━━━ Study material ━━━
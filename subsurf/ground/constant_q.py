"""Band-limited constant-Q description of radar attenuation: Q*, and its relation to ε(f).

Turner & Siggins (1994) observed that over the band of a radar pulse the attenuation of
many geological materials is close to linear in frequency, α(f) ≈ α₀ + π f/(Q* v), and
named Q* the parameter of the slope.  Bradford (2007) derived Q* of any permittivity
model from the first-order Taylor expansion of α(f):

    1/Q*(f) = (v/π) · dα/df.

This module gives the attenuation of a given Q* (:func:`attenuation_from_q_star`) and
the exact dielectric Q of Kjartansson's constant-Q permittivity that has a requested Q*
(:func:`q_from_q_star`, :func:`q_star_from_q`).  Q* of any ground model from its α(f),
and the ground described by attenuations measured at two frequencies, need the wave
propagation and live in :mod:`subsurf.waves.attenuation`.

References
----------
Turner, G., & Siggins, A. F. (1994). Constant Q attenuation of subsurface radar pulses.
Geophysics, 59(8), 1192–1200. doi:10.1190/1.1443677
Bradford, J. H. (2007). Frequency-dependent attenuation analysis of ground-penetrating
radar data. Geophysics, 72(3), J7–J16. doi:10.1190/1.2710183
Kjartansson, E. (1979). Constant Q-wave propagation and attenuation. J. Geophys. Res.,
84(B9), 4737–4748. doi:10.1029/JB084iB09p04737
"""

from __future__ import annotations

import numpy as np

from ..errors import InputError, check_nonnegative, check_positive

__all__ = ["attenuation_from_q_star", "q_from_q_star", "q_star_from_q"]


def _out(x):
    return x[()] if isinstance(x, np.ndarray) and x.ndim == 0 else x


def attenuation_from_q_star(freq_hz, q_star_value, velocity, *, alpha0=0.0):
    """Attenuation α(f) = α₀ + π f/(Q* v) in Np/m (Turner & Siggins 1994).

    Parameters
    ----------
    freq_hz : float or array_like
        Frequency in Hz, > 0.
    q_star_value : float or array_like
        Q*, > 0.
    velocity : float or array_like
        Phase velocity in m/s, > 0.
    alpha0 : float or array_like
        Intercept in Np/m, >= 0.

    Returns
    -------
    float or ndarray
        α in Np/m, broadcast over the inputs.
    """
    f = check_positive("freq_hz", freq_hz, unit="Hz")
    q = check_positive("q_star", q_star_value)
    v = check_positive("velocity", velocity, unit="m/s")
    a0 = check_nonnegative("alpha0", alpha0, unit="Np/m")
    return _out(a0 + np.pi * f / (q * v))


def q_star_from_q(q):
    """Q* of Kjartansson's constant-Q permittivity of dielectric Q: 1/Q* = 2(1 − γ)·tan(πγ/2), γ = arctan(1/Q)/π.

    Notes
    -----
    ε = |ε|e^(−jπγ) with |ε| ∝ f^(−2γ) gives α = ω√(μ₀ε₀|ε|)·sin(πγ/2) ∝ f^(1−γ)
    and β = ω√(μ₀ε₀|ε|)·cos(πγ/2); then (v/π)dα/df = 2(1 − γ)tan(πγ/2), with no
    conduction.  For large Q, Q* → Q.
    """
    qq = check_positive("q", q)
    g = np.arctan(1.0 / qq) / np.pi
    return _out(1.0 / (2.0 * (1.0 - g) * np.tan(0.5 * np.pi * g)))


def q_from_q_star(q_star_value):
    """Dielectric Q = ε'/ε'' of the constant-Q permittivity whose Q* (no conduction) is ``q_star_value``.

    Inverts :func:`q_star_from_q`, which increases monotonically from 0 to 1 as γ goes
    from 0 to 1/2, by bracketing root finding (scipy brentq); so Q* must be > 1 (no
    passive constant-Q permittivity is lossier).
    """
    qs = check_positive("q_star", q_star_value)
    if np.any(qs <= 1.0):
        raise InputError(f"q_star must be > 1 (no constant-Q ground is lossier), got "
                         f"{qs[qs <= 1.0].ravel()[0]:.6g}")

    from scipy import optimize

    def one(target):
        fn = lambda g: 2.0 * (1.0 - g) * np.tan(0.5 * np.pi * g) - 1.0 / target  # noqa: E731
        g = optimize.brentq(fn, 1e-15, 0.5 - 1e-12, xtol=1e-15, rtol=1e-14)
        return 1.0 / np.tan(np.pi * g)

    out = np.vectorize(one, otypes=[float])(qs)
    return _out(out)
━━━
━━━ Study material ━━━
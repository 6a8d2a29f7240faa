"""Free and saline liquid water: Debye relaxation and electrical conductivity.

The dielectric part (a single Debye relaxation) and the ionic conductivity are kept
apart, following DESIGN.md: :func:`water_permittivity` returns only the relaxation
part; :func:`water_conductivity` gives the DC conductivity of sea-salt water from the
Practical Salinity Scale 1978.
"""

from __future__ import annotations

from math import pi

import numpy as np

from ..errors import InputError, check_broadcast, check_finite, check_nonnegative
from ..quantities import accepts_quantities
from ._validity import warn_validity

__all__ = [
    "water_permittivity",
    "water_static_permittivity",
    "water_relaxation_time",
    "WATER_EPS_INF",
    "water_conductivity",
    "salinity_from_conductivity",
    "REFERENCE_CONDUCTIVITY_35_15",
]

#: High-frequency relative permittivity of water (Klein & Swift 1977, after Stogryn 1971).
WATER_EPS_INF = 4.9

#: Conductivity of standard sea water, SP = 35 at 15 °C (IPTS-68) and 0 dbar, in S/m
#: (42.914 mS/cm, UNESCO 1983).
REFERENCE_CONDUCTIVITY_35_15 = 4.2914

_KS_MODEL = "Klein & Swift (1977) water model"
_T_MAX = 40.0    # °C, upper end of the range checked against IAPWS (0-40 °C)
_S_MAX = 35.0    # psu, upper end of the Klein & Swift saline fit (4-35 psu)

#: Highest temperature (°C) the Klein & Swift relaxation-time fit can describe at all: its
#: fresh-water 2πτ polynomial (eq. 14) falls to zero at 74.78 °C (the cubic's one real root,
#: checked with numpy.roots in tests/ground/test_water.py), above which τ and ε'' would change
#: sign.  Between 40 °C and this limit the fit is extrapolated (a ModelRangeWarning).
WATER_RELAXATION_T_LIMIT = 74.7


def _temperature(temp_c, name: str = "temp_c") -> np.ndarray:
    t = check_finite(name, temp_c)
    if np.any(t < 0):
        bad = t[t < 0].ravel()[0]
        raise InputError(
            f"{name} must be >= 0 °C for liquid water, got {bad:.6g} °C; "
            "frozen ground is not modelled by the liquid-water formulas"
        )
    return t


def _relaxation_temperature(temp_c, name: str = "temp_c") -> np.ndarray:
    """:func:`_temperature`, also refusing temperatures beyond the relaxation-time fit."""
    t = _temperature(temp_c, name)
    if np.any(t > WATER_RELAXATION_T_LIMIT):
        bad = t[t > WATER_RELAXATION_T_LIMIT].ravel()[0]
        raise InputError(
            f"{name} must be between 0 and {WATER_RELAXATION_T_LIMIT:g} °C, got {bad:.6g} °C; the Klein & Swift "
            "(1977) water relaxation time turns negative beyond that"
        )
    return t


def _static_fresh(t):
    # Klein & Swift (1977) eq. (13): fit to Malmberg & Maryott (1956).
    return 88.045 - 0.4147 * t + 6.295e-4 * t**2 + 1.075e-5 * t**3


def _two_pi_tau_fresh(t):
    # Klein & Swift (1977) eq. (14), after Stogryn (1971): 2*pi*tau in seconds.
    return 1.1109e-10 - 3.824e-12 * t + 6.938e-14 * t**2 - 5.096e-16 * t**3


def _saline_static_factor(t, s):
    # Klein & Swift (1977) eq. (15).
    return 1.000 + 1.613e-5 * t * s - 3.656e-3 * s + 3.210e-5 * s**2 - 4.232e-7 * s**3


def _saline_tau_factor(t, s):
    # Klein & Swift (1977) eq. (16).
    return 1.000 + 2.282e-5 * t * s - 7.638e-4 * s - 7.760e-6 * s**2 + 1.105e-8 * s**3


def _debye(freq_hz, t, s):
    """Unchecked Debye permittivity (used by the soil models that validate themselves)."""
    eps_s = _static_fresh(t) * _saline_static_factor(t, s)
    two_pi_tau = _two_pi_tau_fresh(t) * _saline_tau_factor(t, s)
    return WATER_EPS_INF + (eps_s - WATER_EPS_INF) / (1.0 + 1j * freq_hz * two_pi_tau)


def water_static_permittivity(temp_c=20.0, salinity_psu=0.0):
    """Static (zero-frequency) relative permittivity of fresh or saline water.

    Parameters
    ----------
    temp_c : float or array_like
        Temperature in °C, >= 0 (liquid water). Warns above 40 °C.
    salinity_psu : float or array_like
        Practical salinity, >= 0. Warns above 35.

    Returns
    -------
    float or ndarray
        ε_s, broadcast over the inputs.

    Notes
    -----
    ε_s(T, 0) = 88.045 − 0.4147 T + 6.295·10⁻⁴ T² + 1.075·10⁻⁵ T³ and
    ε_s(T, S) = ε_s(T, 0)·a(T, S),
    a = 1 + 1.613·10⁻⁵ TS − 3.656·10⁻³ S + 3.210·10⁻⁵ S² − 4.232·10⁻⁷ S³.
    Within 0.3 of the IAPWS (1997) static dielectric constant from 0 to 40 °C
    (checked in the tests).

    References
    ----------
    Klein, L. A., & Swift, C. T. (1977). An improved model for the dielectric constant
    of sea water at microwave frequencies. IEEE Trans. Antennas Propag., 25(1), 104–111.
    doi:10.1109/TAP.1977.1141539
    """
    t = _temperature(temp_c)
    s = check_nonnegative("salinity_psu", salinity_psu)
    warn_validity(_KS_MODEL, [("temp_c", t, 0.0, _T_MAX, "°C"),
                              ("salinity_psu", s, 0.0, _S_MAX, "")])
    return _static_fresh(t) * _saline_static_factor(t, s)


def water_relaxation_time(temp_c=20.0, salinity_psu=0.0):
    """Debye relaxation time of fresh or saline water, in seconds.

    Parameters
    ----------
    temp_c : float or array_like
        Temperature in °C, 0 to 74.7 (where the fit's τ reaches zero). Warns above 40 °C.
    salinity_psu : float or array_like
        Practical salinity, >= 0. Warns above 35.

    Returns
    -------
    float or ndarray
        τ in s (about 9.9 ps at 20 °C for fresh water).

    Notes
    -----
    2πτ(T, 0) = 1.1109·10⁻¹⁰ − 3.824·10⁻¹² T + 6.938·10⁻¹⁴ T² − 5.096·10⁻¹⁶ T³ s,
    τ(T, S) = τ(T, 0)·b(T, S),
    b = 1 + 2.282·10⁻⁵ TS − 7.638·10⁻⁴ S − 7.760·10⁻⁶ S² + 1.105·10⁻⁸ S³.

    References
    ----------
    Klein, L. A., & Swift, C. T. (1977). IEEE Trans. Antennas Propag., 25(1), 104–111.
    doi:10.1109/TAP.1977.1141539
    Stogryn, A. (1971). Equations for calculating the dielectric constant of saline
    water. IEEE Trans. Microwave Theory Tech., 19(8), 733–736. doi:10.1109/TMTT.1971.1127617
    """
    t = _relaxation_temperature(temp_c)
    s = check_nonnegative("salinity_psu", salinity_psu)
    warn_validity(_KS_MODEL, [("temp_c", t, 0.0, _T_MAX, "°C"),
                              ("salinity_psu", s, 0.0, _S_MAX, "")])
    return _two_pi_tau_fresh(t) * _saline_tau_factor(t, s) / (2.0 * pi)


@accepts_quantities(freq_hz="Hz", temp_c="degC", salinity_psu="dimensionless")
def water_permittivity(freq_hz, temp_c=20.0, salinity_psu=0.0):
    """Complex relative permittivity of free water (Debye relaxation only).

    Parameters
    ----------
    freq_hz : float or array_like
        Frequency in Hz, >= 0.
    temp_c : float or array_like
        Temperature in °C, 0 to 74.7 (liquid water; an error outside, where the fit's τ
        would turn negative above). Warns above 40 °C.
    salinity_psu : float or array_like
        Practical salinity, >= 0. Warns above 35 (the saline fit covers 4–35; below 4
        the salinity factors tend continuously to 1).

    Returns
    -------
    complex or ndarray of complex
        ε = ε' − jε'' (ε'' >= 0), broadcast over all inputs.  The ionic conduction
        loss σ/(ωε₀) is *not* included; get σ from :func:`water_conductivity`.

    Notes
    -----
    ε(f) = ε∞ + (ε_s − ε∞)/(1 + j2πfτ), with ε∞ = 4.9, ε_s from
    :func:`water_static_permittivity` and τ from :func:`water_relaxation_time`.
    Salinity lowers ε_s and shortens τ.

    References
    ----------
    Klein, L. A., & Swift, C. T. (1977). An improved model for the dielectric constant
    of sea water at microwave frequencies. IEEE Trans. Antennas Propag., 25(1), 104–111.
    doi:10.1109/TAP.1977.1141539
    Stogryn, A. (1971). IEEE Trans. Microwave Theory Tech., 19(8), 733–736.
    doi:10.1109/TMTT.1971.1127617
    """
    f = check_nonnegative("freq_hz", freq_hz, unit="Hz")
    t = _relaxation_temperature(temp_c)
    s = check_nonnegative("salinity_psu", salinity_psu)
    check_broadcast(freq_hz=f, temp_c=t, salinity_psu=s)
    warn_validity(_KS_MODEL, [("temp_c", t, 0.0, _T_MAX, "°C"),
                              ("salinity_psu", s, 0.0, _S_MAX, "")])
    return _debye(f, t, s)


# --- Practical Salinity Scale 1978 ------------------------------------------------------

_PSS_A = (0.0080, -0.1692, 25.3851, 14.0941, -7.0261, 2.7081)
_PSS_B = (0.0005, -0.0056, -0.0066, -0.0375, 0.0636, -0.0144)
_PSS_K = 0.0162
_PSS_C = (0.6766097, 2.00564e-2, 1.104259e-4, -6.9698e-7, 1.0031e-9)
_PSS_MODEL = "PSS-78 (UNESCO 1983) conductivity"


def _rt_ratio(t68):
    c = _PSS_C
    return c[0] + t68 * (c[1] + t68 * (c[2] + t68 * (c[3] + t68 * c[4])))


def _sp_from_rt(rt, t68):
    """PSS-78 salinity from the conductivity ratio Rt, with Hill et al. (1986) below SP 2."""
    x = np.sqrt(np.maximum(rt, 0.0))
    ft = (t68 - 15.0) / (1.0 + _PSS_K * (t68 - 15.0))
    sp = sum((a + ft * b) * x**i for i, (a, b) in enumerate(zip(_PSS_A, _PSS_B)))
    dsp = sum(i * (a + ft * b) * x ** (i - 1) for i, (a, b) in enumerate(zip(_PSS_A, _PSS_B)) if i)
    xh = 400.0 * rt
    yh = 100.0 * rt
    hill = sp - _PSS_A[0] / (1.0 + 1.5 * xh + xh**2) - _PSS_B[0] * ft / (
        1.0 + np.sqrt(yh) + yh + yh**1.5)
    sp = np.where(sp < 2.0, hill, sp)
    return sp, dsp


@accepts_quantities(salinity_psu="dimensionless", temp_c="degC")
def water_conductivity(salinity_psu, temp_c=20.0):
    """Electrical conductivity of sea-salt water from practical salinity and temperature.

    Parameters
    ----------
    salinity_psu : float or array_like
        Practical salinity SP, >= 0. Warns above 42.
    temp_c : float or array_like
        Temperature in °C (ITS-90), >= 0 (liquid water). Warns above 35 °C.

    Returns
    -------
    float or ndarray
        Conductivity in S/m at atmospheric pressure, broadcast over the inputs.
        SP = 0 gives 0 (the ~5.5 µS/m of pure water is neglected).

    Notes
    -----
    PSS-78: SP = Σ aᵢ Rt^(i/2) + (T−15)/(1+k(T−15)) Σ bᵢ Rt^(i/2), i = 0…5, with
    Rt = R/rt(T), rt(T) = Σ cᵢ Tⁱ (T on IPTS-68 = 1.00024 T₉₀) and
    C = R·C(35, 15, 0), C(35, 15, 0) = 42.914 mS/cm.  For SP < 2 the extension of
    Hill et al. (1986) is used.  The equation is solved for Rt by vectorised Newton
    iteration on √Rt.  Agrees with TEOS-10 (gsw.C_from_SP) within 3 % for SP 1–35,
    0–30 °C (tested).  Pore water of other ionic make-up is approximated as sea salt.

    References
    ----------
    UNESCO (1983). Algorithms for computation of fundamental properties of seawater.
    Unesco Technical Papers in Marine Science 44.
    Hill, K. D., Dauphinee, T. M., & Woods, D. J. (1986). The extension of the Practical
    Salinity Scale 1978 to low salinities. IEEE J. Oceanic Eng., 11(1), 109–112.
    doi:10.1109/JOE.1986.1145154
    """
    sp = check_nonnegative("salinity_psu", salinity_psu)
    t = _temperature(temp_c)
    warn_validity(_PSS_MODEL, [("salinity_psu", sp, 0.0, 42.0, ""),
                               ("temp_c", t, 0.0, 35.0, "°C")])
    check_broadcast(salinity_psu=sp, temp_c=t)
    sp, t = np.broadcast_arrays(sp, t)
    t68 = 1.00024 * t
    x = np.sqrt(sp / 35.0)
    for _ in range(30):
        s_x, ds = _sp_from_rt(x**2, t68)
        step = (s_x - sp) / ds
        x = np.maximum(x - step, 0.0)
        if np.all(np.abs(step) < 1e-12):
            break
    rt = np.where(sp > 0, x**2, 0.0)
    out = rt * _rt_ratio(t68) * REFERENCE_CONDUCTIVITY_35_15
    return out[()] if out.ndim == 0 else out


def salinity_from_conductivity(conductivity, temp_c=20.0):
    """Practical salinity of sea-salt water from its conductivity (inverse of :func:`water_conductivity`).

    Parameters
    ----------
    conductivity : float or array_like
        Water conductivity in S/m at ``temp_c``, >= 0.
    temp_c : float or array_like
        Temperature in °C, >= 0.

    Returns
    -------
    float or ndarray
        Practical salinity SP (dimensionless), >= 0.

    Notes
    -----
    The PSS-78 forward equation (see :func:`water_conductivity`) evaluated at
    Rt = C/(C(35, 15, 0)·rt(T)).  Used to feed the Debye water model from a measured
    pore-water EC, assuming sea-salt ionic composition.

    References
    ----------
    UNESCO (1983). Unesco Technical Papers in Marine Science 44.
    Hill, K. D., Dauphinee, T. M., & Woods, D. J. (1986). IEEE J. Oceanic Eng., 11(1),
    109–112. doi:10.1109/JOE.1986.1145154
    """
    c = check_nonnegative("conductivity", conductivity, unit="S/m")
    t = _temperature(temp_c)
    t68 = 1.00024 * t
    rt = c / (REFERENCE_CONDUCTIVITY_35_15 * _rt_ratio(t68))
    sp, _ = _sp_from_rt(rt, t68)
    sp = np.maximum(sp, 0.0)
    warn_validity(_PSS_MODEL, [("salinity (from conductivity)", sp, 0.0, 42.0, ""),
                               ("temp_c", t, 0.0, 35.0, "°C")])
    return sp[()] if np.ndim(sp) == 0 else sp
━━━
● **To do**
After locating the line holding "0–30 °C (tested)." above, output exactly that line and every line after it through the line holding "rt = np.where(sp > 0, x**2, 0.0)". Include nothing else.

● **Response below**
    0–30 °C (tested).  Pore water of other ionic make-up is approximated as sea salt.

    References
    ----------
    UNESCO (1983). Algorithms for computation of fundamental properties of seawater.
    Unesco Technical Papers in Marine Science 44.
    Hill, K. D., Dauphinee, T. M., & Woods, D. J. (1986). The extension of the Practical
    Salinity Scale 1978 to low salinities. IEEE J. Oceanic Eng., 11(1), 109–112.
    doi:10.1109/JOE.1986.1145154
    """
    sp = check_nonnegative("salinity_psu", salinity_psu)
    t = _temperature(temp_c)
    warn_validity(_PSS_MODEL, [("salinity_psu", sp, 0.0, 42.0, ""),
                               ("temp_c", t, 0.0, 35.0, "°C")])
    check_broadcast(salinity_psu=sp, temp_c=t)
    sp, t = np.broadcast_arrays(sp, t)
    t68 = 1.00024 * t
    x = np.sqrt(sp / 35.0)
    for _ in range(30):
        s_x, ds = _sp_from_rt(x**2, t68)
        step = (s_x - sp) / ds
        x = np.maximum(x - step, 0.0)
        if np.all(np.abs(step) < 1e-12):
            break
    rt = np.where(sp > 0, x**2, 0.0)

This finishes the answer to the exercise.